▶ [Exercise directions]
Provide the material again, with every line intact and exact.

━━━━

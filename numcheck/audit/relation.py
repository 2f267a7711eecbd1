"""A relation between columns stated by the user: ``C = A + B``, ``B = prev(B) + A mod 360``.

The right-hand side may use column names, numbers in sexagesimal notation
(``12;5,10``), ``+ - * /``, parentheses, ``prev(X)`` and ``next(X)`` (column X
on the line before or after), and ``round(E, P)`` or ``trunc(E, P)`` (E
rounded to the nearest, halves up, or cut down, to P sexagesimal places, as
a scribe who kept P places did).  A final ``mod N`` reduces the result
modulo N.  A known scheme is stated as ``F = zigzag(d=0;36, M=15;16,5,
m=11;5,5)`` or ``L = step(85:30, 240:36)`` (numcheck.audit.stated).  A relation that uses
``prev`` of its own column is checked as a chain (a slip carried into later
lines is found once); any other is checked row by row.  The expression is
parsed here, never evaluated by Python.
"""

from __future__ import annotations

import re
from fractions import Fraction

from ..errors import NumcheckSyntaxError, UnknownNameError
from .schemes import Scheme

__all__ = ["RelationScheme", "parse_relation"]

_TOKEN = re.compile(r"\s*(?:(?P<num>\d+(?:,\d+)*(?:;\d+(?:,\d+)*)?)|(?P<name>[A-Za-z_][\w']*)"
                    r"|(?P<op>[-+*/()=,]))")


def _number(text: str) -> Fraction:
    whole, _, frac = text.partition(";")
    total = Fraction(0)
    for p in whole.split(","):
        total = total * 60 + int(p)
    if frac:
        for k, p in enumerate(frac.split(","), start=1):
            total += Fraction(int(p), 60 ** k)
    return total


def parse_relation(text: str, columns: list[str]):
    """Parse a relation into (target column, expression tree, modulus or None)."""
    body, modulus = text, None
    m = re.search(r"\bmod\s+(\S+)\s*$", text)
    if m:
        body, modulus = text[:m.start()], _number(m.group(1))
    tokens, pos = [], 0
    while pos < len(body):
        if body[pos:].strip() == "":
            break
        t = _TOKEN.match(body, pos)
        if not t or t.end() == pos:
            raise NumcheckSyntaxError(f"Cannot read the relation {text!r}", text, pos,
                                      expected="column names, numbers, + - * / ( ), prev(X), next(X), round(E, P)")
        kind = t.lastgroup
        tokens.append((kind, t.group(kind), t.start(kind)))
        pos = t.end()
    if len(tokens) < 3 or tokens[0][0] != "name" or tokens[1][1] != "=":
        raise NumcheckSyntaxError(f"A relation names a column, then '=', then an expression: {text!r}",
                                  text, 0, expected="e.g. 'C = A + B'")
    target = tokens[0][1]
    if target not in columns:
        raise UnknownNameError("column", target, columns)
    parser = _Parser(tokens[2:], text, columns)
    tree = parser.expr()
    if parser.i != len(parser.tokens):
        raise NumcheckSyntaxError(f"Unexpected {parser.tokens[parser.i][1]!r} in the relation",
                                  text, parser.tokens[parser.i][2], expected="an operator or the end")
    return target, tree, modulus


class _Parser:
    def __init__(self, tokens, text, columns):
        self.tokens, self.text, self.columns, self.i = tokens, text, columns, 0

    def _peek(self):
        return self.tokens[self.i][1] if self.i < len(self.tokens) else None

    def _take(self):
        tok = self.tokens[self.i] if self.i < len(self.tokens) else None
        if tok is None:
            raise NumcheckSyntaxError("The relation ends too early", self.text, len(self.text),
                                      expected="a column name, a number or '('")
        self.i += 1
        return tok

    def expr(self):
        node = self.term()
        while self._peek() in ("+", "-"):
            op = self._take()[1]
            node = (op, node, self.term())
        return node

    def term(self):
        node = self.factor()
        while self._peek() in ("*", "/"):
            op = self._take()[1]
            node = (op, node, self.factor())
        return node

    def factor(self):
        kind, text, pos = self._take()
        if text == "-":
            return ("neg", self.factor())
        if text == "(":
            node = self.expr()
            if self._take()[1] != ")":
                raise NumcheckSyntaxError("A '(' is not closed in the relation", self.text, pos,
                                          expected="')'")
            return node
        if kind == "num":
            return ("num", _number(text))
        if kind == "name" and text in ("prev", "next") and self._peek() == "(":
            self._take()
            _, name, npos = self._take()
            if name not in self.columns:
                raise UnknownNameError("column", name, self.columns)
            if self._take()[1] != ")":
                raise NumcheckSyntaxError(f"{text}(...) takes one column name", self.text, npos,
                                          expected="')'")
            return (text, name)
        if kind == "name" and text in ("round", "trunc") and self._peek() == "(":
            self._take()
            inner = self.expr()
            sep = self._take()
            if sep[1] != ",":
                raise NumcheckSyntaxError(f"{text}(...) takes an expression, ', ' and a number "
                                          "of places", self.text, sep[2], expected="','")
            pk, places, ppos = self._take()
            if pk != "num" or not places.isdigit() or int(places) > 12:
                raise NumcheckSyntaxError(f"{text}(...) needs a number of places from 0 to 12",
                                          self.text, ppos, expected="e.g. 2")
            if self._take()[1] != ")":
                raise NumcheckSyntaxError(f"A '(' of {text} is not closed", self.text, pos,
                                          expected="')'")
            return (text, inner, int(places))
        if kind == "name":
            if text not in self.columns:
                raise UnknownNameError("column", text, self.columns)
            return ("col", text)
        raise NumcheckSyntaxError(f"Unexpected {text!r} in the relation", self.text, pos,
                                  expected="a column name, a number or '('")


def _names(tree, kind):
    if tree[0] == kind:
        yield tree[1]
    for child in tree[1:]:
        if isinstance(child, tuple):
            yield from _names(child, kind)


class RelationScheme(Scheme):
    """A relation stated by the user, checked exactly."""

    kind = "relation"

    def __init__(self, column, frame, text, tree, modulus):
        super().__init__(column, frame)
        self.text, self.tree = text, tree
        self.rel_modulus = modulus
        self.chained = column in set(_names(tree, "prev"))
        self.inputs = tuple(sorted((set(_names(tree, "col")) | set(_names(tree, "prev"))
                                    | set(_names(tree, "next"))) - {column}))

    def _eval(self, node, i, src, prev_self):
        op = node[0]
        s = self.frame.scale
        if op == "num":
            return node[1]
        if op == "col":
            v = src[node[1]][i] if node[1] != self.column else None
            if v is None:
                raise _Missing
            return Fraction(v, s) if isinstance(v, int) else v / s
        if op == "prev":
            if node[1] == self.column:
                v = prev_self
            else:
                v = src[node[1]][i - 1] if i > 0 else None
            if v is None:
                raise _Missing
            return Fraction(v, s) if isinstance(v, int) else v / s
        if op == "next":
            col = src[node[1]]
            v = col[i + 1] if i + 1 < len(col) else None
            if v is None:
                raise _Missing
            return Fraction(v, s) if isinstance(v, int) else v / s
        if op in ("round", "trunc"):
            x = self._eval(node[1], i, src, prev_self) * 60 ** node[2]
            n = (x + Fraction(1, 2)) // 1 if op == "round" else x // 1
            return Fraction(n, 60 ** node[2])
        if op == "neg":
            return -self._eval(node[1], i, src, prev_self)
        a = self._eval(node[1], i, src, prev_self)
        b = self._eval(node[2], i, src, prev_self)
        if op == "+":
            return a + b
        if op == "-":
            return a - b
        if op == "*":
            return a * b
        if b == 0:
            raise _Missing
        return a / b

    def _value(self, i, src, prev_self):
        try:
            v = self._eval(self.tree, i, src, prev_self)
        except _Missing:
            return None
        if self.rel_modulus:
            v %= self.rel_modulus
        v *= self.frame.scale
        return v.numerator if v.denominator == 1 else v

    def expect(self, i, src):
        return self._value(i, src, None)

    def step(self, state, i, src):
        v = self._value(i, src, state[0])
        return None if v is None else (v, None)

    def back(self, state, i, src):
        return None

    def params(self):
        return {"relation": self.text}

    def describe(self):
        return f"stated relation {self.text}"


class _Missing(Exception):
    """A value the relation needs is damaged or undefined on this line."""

━━━━

▶ [Solution to the problem]
filename numcheck/audit/relation.py
repository 2f267a7711eecbd1
"""A relation between columns stated by the user: ``C = A + B``, ``B = prev(B) + A mod 360``.

The right-hand side may use column names, numbers in sexagesimal notation
(``12;5,10``), ``+ - * /``, parentheses, ``prev(X)`` and ``next(X)`` (column X
on the line before or after), and ``round(E, P)`` or ``trunc(E, P)`` (E
rounded to the nearest, halves up, or cut down, to P sexagesimal places, as
a scribe who kept P places did).  A final ``mod N`` reduces the result
modulo N.  A known scheme is stated as ``F = zigzag(d=0;36, M=15;16,5,
m=11;5,5)`` or ``L = step(85:30, 240:36)`` (numcheck.audit.stated).  A relation that uses
``prev`` of its own column is checked as a chain (a slip carried into later
lines is found once); any other is checked row by row.  The expression is
parsed here, never evaluated by Python.
"""

from __future__ import annotations

import re
from fractions import Fraction

from ..errors import NumcheckSyntaxError, UnknownNameError
from .schemes import Scheme

__all__ = ["RelationScheme", "parse_relation"]

_TOKEN = re.compile(r"\s*(?:(?P<num>\d+(?:,\d+)*(?:;\d+(?:,\d+)*)?)|(?P<name>[A-Za-z_][\w']*)"
                    r"|(?P<op>[-+*/()=,]))")


def _number(text: str) -> Fraction:
    whole, _, frac = text.partition(";")
    total = Fraction(0)
    for p in whole.split(","):
        total = total * 60 + int(p)
    if frac:
        for k, p in enumerate(frac.split(","), start=1):
            total += Fraction(int(p), 60 ** k)
    return total


def parse_relation(text: str, columns: list[str]):
    """Parse a relation into (target column, expression tree, modulus or None)."""
    body, modulus = text, None
    m = re.search(r"\bmod\s+(\S+)\s*$", text)
    if m:
        body, modulus = text[:m.start()], _number(m.group(1))
    tokens, pos = [], 0
    while pos < len(body):
        if body[pos:].strip() == "":
            break
        t = _TOKEN.match(body, pos)
        if not t or t.end() == pos:
            raise NumcheckSyntaxError(f"Cannot read the relation {text!r}", text, pos,
                                      expected="column names, numbers, + - * / ( ), prev(X), next(X), round(E, P)")
        kind = t.lastgroup
        tokens.append((kind, t.group(kind), t.start(kind)))
        pos = t.end()
    if len(tokens) < 3 or tokens[0][0] != "name" or tokens[1][1] != "=":
        raise NumcheckSyntaxError(f"A relation names a column, then '=', then an expression: {text!r}",
                                  text, 0, expected="e.g. 'C = A + B'")
    target = tokens[0][1]
    if target not in columns:
        raise UnknownNameError("column", target, columns)
    parser = _Parser(tokens[2:], text, columns)
    tree = parser.expr()
    if parser.i != len(parser.tokens):
        raise NumcheckSyntaxError(f"Unexpected {parser.tokens[parser.i][1]!r} in the relation",
                                  text, parser.tokens[parser.i][2], expected="an operator or the end")
    return target, tree, modulus


class _Parser:
    def __init__(self, tokens, text, columns):
        self.tokens, self.text, self.columns, self.i = tokens, text, columns, 0

    def _peek(self):
        return self.tokens[self.i][1] if self.i < len(self.tokens) else None

    def _take(self):
        tok = self.tokens[self.i] if self.i < len(self.tokens) else None
        if tok is None:
            raise NumcheckSyntaxError("The relation ends too early", self.text, len(self.text),
                                      expected="a column name, a number or '('")
        self.i += 1
        return tok

    def expr(self):
        node = self.term()
        while self._peek() in ("+", "-"):
            op = self._take()[1]
            node = (op, node, self.term())
        return node

    def term(self):
        node = self.factor()
        while self._peek() in ("*", "/"):
            op = self._take()[1]
            node = (op, node, self.factor())
        return node

    def factor(self):
        kind, text, pos = self._take()
        if text == "-":
            return ("neg", self.factor())
        if text == "(":
            node = self.expr()
            if self._take()[1] != ")":
                raise NumcheckSyntaxError("A '(' is not closed in the relation", self.text, pos,
                                          expected="')'")
            return node
        if kind == "num":
            return ("num", _number(text))
        if kind == "name" and text in ("prev", "next") and self._peek() == "(":
            self._take()
            _, name, npos = self._take()
            if name not in self.columns:
                raise UnknownNameError("column", name, self.columns)
            if self._take()[1] != ")":
                raise NumcheckSyntaxError(f"{text}(...) takes one column name", self.text, npos,
                                          expected="')'")
            return (text, name)
        if kind == "name" and text in ("round", "trunc") and self._peek() == "(":
            self._take()
            inner = self.expr()
            sep = self._take()
            if sep[1] != ",":
                raise NumcheckSyntaxError(f"{text}(...) takes an expression, ', ' and a number "
                                          "of places", self.text, sep[2], expected="','")
            pk, places, ppos = self._take()
            if pk != "num" or not places.isdigit() or int(places) > 12:
                raise NumcheckSyntaxError(f"{text}(...) needs a number of places from 0 to 12",
                                          self.text, ppos, expected="e.g. 2")
            if self._take()[1] != ")":
                raise NumcheckSyntaxError(f"A '(' of {text} is not closed", self.text, pos,
                                          expected="')'")
            return (text, inner, int(places))
        if kind == "name":
            if text not in self.columns:
                raise UnknownNameError("column", text, self.columns)
            return ("col", text)
        raise NumcheckSyntaxError(f"Unexpected {text!r} in the relation", self.text, pos,
                                  expected="a column name, a number or '('")


def _names(tree, kind):
    if tree[0] == kind:
        yield tree[1]
    for child in tree[1:]:
        if isinstance(child, tuple):
            yield from _names(child, kind)


class RelationScheme(Scheme):
    """A relation stated by the user, checked exactly."""

    kind = "relation"

    def __init__(self, column, frame, text, tree, modulus):
        super().__init__(column, frame)
        self.text, self.tree = text, tree
        self.rel_modulus = modulus
        self.chained = column in set(_names(tree, "prev"))
        self.inputs = tuple(sorted((set(_names(tree, "col")) | set(_names(tree, "prev"))
                                    | set(_names(tree, "next"))) - {column}))

    def _eval(self, node, i, src, prev_self):
        op = node[0]
        s = self.frame.scale
        if op == "num":
            return node[1]
        if op == "col":
            v = src[node[1]][i] if node[1] != self.column else None
            if v is None:
                raise _Missing
            return Fraction(v, s) if isinstance(v, int) else v / s
        if op == "prev":
            if node[1] == self.column:
                v = prev_self
            else:
                v = src[node[1]][i - 1] if i > 0 else None
            if v is None:
                raise _Missing
            return Fraction(v, s) if isinstance(v, int) else v / s
        if op == "next":
            col = src[node[1]]
            v = col[i + 1] if i + 1 < len(col) else None
            if v is None:
                raise _Missing
            return Fraction(v, s) if isinstance(v, int) else v / s
        if op in ("round", "trunc"):
            x = self._eval(node[1], i, src, prev_self) * 60 ** node[2]
            n = (x + Fraction(1, 2)) // 1 if op == "round" else x // 1
            return Fraction(n, 60 ** node[2])
        if op == "neg":
            return -self._eval(node[1], i, src, prev_self)
        a = self._eval(node[1], i, src, prev_self)
        b = self._eval(node[2], i, src, prev_self)
        if op == "+":
            return a + b
        if op == "-":
            return a - b
        if op == "*":
            return a * b
        if b == 0:
            raise _Missing
        return a / b

    def _value(self, i, src, prev_self):
        try:
            v = self._eval(self.tree, i, src, prev_self)
        except _Missing:
            return None
        if self.rel_modulus:
            v %= self.rel_modulus
        v *= self.frame.scale
        return v.numerator if v.denominator == 1 else v

    def expect(self, i, src):
        return self._value(i, src, None)

    def step(self, state, i, src):
        v = self._value(i, src, state[0])
        return None if v is None else (v, None)

    def back(self, state, i, src):
        return None

    def params(self):
        return {"relation": self.text}

    def describe(self):
        return f"stated relation {self.text}"


class _Missing(Exception):
    """A value the relation needs is damaged or undefined on this line."""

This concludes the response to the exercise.